As many of us already know, DNS amplification attacks are a big plague for who fights every day for the sake of Internet security and service availability.
Infected hosts are instructed by botnet controllers to send DNS queries to recursive open resolvers, asking them for big zones with spoofed UDP packets containing the victim’s IP address in the source field, so that a small request would generate a big traffic toward the victim.
Small efforts are needed in order to mitigate those attacks – a proper DNS resolvers configuration to avoid open recursion, IP source validation (such as Cisco uRPF) to block source IP spoofing at the access network layer – but they may not be sufficient to immunize a network against annoying issues.
An unpleasant side effect
Even on secure networks an unpleasant side effect may occur: attack reflection against infected hosts, with the consequent backhaul circuit saturation and users’ downstream degradation.
Take, for example, the following not uncommon scenario:
An ISP, running a properly configured DNS resolver, connects many users with a shared backhaul link between its core network and a local metro area; one or more users have infected devices responding to a botnet C&C server who aims to launch a DDoS against a given target.
A well implemented network access layer would stop spoofed packets whose source IP can not be reached through the same link on which they came from. At the same time a properly configured DNS resolver would not let recursive queries to go on by untrusted sources. The problem raises when proper DNS queries came in from trusted users and go to the ISP DNS resolver.
A not-really-failed attack attempt
In the above diagram, at step 1, the botnet controller instructs the infected host to start a DNS amplification attack against the victim’s IP address 18.104.22.168. In the step 2 the malicious software tries to send a spoofed packet containing the victim’s address in the source field but something goes wrong: the operating system doesn’t let the malware to forge such a packet and rewrites it using its LAN address, or the router/firewall/CPE changes it with the WAN IP address (NAT). Anyway, at step 3, a proper DNS query comes out the user’s network and heads to the ISP DNS resolver, which in turn sends back a response with the huge DNS zone (step 4).
It’s easy to understand how this behaviour could lead to ISP internal issues regarding the backhaul link saturation and the users experience’s deterioration.
A small upstream user’s query (65 bytes for an ANY query on isc.org) produces a big downstream response (~ 4 KB for isc.org zone), with a ~ 60x multiplicative factor. Every infected host may send many and many queries over a long period, even more than 1 query per second for many days, and many compromised hosts may be triggered at the same time by the same botnet controller.
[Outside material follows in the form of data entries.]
/**
 * The study side of a temperature-log assessment: the Arrhenius fit of the study's latest
 * analysis (not retired), turned into what the log cost the product (`excursionImpact`): the
 * equivalent storage time at the labelled temperature, the predicted change of the attribute and
 * the margin to the acceptance limit left after it.
 *
 * The analysis used is named in the stored result (its number and engine version), so the
 * assessment can be traced to the fit it relied on; the run itself is write-once.
 */
import { and, desc, eq, notInArray } from 'drizzle-orm';
import type { StudyImpact } from '../../../shared/api/temperature-logs.ts';
import { excursionImpact } from '../../../shared/kinetics/temperature/excursion-impact.ts';
import type {
  TemperatureLogAssessment,
  TemperatureReading,
} from '../../../shared/kinetics/temperature/temperature-log.ts';
import { parseTimeUnit, type TimeUnit } from '../../../shared/kinetics/units.ts';
import type { Executor } from '../../platform/db/client.ts';
import { analysisRuns, retirements } from '../../platform/db/schema/index.ts';
import { getAnalysisRun } from '../analysis/index.ts';

export type { StudyImpact };

/** A refusal that belongs to one field of the form. */
export class StudyImpactRefused extends Error {
  constructor(
    readonly field: 'studyId' | 'latestValue',
    message: string,
  ) {
    super(message);
    this.name = 'StudyImpactRefused';
  }
}

async function latestRunId(db: Executor, organisationId: number, studyId: number): Promise<number | null> {
  const retired = db
    .select({ id: retirements.recordId })
    .from(retirements)
    .where(eq(retirements.recordType, 'analysis_run'));
  const [row] = await db
    .select({ id: analysisRuns.id })
    .from(analysisRuns)
    .where(
      and(
        eq(analysisRuns.organisationId, organisationId),
        eq(analysisRuns.studyId, studyId),
        notInArray(analysisRuns.id, retired),
      ),
    )
    .orderBy(desc(analysisRuns.id))
    .limit(1);
  return row?.id ?? null;
}

export async function studyImpact(
  db: Executor,
  organisationId: number,
  studyId: number,
  log: { readings: readonly TemperatureReading[]; assessment: TemperatureLogAssessment; timeUnit: TimeUnit },
  latestValue: number | undefined,
): Promise<StudyImpact> {
  const runId = await latestRunId(db, organisationId, studyId);
  if (runId === null) {
    throw new StudyImpactRefused(
      'studyId',
      'This study has no analysis yet; run one with data at two or more temperatures.',
    );
  }
  const run = await getAnalysisRun(db, organisationId, runId);
  const arrhenius = run.result.analysis.arrhenius;
  if (!arrhenius?.fit) {
    throw new StudyImpactRefused(
      'studyId',
      `The latest analysis of this study (no. ${run.id}) has no Arrhenius fit: it needs rate constants at two or more temperatures.`,
    );
  }
  const storageTemperatureC = run.study.storageTemperatureC;
  if (storageTemperatureC === null) {
    throw new StudyImpactRefused(
      'studyId',
      'The study states no storage temperature to compare the log with.',
    );
  }
  const rateTimeUnit = parseTimeUnit(run.series[0]?.timeUnit ?? 'month');
  const direction = run.study.direction;
  const limit =
    direction === 'decreasing'
      ? run.study.lowerLimit
      : direction === 'increasing'
        ? run.study.upperLimit
        : null;
  const impact = excursionImpact({
    fit: arrhenius.fit,
    order: arrhenius.order,
    storageTemperatureC,
    rateTimeUnit,
    logTimeUnit: log.timeUnit,
    held: log.readings.map((reading, i) => ({
      temperatureC: reading.temperatureC,
      duration: log.assessment.coverage[i] ?? 0,
    })),
    direction,
    ...(latestValue === undefined ? {} : { latestValue }),
    ...(limit === null || limit === undefined ? {} : { limit }),
  });
  return {
    ...impact,
    source: {
      studyId: run.studyId,
      studyTitle: run.study.title,
      product: run.study.product,
      attribute: run.study.attribute,
      unit: run.study.unit,
      analysisRunId: run.id,
      engineVersion: run.engineVersion,
      activationEnergyKJPerMol: arrhenius.fit.activationEnergy / 1000,
      fittedRangeC: arrhenius.fit.temperatureRangeC,
    },
    latestValue: latestValue ?? null,
    limit: limit ?? null,
    timeUnit: log.timeUnit,
  };
}
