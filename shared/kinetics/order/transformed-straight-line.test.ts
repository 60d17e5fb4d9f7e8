import { linearRegression, rSquared } from 'simple-statistics';
import { describe, expect, it } from 'vitest';
import { simpleLinearRegression } from '../../../tests/reference/simple-linear-regression.ts';
import type { KineticsError } from '../numeric/kinetics-error.ts';
import { readNistDataset, significantDigits } from '../numeric/nist-strd-reader.ts';
import { transformedStraightLine } from './transformed-straight-line.ts';

describe('transformedStraightLine', () => {
  it('NIST StRD Norris (certified values, https://www.itl.nist.gov/div898/strd/lls/lls.shtml): ≥ 12 digits', () => {
    const norris = readNistDataset('Norris');
    const line = transformedStraightLine(norris.predictors[0]!, norris.y, 'value');
    const [b0, b1] = norris.parameters;
    expect(significantDigits(line.intercept, b0!.estimate)).toBeGreaterThanOrEqual(12);
    expect(significantDigits(line.slope, b1!.estimate)).toBeGreaterThanOrEqual(12);
    expect(significantDigits(line.interceptStandardError, b0!.standardDeviation)).toBeGreaterThanOrEqual(12);
    expect(significantDigits(line.slopeStandardError, b1!.standardDeviation)).toBeGreaterThanOrEqual(12);
  });

  it('matches the numeric core simpleLinearRegression and simple-statistics on ln and 1/value plots', () => {
    const times = [0, 2, 3, 5, 8, 13, 21];
    const values = [98.1, 91.7, 88.9, 82.0, 74.4, 62.0, 47.9];
    for (const [transform, g] of [
      ['ln(value)', Math.log],
      ['1/value', (v: number) => 1 / v],
    ] as const) {
      const transformed = values.map(g);
      const line = transformedStraightLine(times, values, transform);
      const core = simpleLinearRegression(times, transformed);
      expect(line.slope / core.slope).toBeCloseTo(1, 12);
      expect(line.intercept / core.intercept).toBeCloseTo(1, 12);
      expect(line.slopeStandardError / core.slopeStandardError).toBeCloseTo(1, 10);
      expect(line.interceptStandardError / core.interceptStandardError).toBeCloseTo(1, 10);
      const points = times.map((t, i) => [t, transformed[i]!] as [number, number]);
      const reference = linearRegression(points);
      expect(line.slope / reference.m).toBeCloseTo(1, 10);
      expect(line.rSquared).toBeCloseTo(
        rSquared(points, (x) => reference.b + reference.m * x),
        10,
      );
    }
  });

  it('doc example: [0,1,2,3] → [1,3,5,7.5] has slope 2.15, intercept 0.9, R² = 1 − 0.075/23.1875 (by hand)', () => {
    const line = transformedStraightLine([0, 1, 2, 3], [1, 3, 5, 7.5], 'value');
    expect(line.slope).toBeCloseTo(2.15, 12);
    expect(line.intercept).toBeCloseTo(0.9, 12);
    // Residuals 0.1, −0.05, −0.2, 0.15 give RSS 0.075; Σ(y − ȳ)² = 23.1875.
    expect(line.rSquared).toBeCloseTo(1 - 0.075 / 23.1875, 12);
  });

  it('throws too-few-points below 3 points and single-time when all times are equal', () => {
    const code = (action: () => unknown) => {
      try {
        action();
      } catch (error) {
        return (error as KineticsError).code;
      }
      return undefined;
    };
    expect(code(() => transformedStraightLine([0, 1], [1, 2], 'value'))).toBe('too-few-points');
    expect(code(() => transformedStraightLine([2, 2, 2], [1, 2, 3], 'value'))).toBe('single-time');
  });
});
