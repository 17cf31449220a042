/**
 * The engine's bad-input rule, decided once:
 * - A value that is physically impossible (pH 15, a negative concentration, water at 150 °C,
 *   NaN or Infinity passed as a number) throws an {@link InputError} naming the field.
 * - A value that is possible but odd (pH 11.5 in a stream, SC of 5 µS/cm) gives a
 *   {@link ChemWarning} and the computation goes on.
 * - A missing value (undefined or null) is simply absent: results that need it are
 *   `undefined`, never NaN, and a warning says what could not be computed where that matters.
 */
export class InputError extends Error {
  /** The input field at fault, e.g. 'pH' or 'caMgL'. */
  readonly field: string;
  constructor(field: string, message: string) {
    super(message);
    this.name = 'InputError';
    this.field = field;
  }
}

export type WarningCode =
  | 'activity-model-out-of-range'
  | 'ionic-strength-estimated'
  | 'ionic-strength-partial'
  | 'ionic-strength-unknown'
  | 'speciation-not-converged'
  | 'sc-ion-mismatch'
  | 'possible-unit-slip'
  | 'charge-balance'
  | 'ph-unusual'
  | 'temperature-unusual'
  | 'sc-unusual'
  | 'alkalinity-noncarbonate'
  | 'pco2-below-atmosphere'
  | 'pco2-high'
  | 'si-will-rise-downstream'
  | 'si-extreme'
  | 'calcite-needs-inputs'
  | 'constants-extrapolated'
  | 'concentration-high'
  | 'unit-slip-calcium'
  | 'unit-slip-alkalinity'
  | 'alkalinity-inconsistent-with-ph'
  | 'sc-beyond-salinity-scale'
  | 'seawater-ions-implied'
  | 'langelier-formula'
  | 'langelier-needs-inputs'
  | 'gypsum-without-ph'
  | 'oxygen-out-of-range'
  | 'oxygen-pressure-assumed'
  | (string & {});

/**
 * 'action': something to check or redo before leaving the site. 'notice': a standing fact about
 * the result (an estimate used, a trend to expect) that needs no action. Absent means 'action'.
 */
export type WarningKind = 'action' | 'notice';

export interface ChemWarning {
  code: WarningCode;
  /** What happened and what the crew can do about it, in plain words. */
  message: string;
  /** The input field concerned, where there is one. */
  field?: string;
  /** whether it asks for an action or only informs; absent = 'action' */
  kind?: WarningKind;
}

/** True for a standing notice (information only), false for a warning that needs an action. */
export function isNotice(w: ChemWarning): boolean {
  return w.kind === 'notice';
}

/** A number that is present: not undefined or null. NaN or ±Infinity is refused with InputError. */
export function present(field: string, value: number | null | undefined): value is number {
  if (value === undefined || value === null) return false;
  if (typeof value !== 'number' || !Number.isFinite(value)) {
    throw new InputError(field, `${field} must be a finite number (got ${String(value)}).`);
  }
  return true;
}

/** Throw InputError when a present value lies outside [min, max]. */
export function requireRange(field: string, value: number, min: number, max: number, unit: string): void {
  if (value < min || value > max) {
    throw new InputError(
      field,
      `${field} = ${value}${unit ? ' ' + unit : ''} is outside the physically possible range ${min} to ${max}${unit ? ' ' + unit : ''}.`,
    );
  }
}

/** Throw InputError when a concentration is negative. */
export function requireNonNegative(field: string, value: number): void {
  if (value < 0) throw new InputError(field, `${field} cannot be negative (got ${value}).`);
}
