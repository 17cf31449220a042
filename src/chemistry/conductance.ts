import { InputError, present, requireNonNegative, requireRange } from './errors';
import { SPECIES, type Ion } from './species';

/**
 * Specific conductance at 25 °C from conductivity measured at the water's temperature, linear
 * compensation: SC₂₅ = EC_t / (1 + α (t − 25)).
 * Source: Standard Methods 2510 B; α = 0.0191 /°C for KCl solutions (from memory); natural waters
 * 0.0175–0.0198, mean 0.0187 (Hayashi 2004, Environ. Monit. Assess. 96:119, read).
 * Units: ecUsPerCm µS/cm at tempC; returns µS/cm at 25 °C. Valid 0–35 °C for natural waters.
 */
export function specificConductance(ecUsPerCm: number, tempC: number, alpha = 0.0191): number {
  if (!present('ecUsPerCm', ecUsPerCm)) throw new InputError('ecUsPerCm', 'ecUsPerCm is required.');
  requireNonNegative('ecUsPerCm', ecUsPerCm);
  if (!present('tempC', tempC)) throw new InputError('tempC', 'tempC is required.');
  requireRange('tempC', tempC, -2, 100, '°C');
  if (!present('alpha', alpha)) throw new InputError('alpha', 'alpha is required.');
  requireRange('alpha', alpha, 0, 0.05, '/°C');
  return ecUsPerCm / (1 + alpha * (tempC - 25));
}

/**
 * Conductivity at tempC from specific conductance (the inverse of {@link specificConductance}).
 */
export function conductivityAtTemperature(scUsPerCm: number, tempC: number, alpha = 0.0191): number {
  requireNonNegative('scUsPerCm', scUsPerCm);
  requireRange('tempC', tempC, -2, 100, '°C');
  return scUsPerCm * (1 + alpha * (tempC - 25));
}

/**
 * Calculated specific conductance (µS/cm at 25 °C) from an analysis, Standard Methods 2510
 * (calculation of conductivity, method from memory):
 *   κ° = Σ |zᵢ| λ°ᵢ mᵢ  (mᵢ in mmol/L, λ° per equivalent),
 *   κ = κ° y², log y = −0.5 (√I/(1 + √I) − 0.3 I)  (Davies-type activity correction, I in mol/L).
 * λ° from the species table (CRC / Lange's Handbook). Reliable within a few percent below
 * about 2,000 µS/cm; SM 1030 E accepts calculated/measured 0.9–1.1.
 */
export function calculatedConductance(ionsMolL: Partial<Record<Ion, number>>): number {
  let k0 = 0;
  let sumZ2 = 0;
  for (const [key, molL] of Object.entries(ionsMolL) as Array<[Ion, number | undefined]>) {
    if (molL === undefined) continue;
    requireNonNegative(key, molL);
    const s = SPECIES[key];
    const lambda = 'lambda0' in s ? s.lambda0 : undefined;
    if (lambda === undefined) continue;
    const z = Math.abs(s.charge);
    k0 += z * lambda * molL * 1000;
    sumZ2 += z * z * molL;
  }
  const I = 0.5 * sumZ2;
  const sqrtI = Math.sqrt(I);
  const logY = -0.5 * (sqrtI / (1 + sqrtI) - 0.3 * I);
  return k0 * Math.pow(10, 2 * logY);
}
Backhaul links may be rent from incumbent local carriers and may be characterized by an overbooking ratio calculated over the expected usage by customers who share them; high speed links which connect DNS resolvers to the core may overwhelm them when filled by UDP response packets and lead to traffic stagnation because of traffic policing operated by the carrier.
Customers also may report a bad user experience: it’s true, their links are operating at 100% of their capacity, but Facebook is slow and the VoIP is unusable.
A very big headache, even for an ISP with a properly configured network.
The first symptom that can be observed is an abnormal peak in resolvers bandwidth usage:
DNS resolver bandwidth usage during an attack attempt – response traffic in green
During an attack attempt the network usage (servers’ upstream) may raise up to hundreds of times higher than average.
NetFlow also may help us to identify this kind of traffic; big response UDP datagrams may be fragmented over the network and they would be shown as port-0 UDP packets in the output of nfdump or similar tools, with an high Bpp (bytes-per-packet) ratio:
Proto Src IP Addr:Port Dst IP Addr:Port Packets Bytes pps bps Bpp Flows
UDP RESOLVER_1:0 -> A.B.1.155:0 78966 106.6 M 48 519300 1350 79
UDP RESOLVER_1:0 -> G.H.4.73:0 35798 48.3 M 25 274100 1350 38
UDP RESOLVER_1:53 -> I.J.5.101:14068 7430 9.3 M 4 46712 1249 187
A 65-bytes request generated a 4157 bytes response in 3 segments – calculated at IP level
Unfortunately, as far as I know, there are still no specific implementations aimed to mitigate those kind of attack.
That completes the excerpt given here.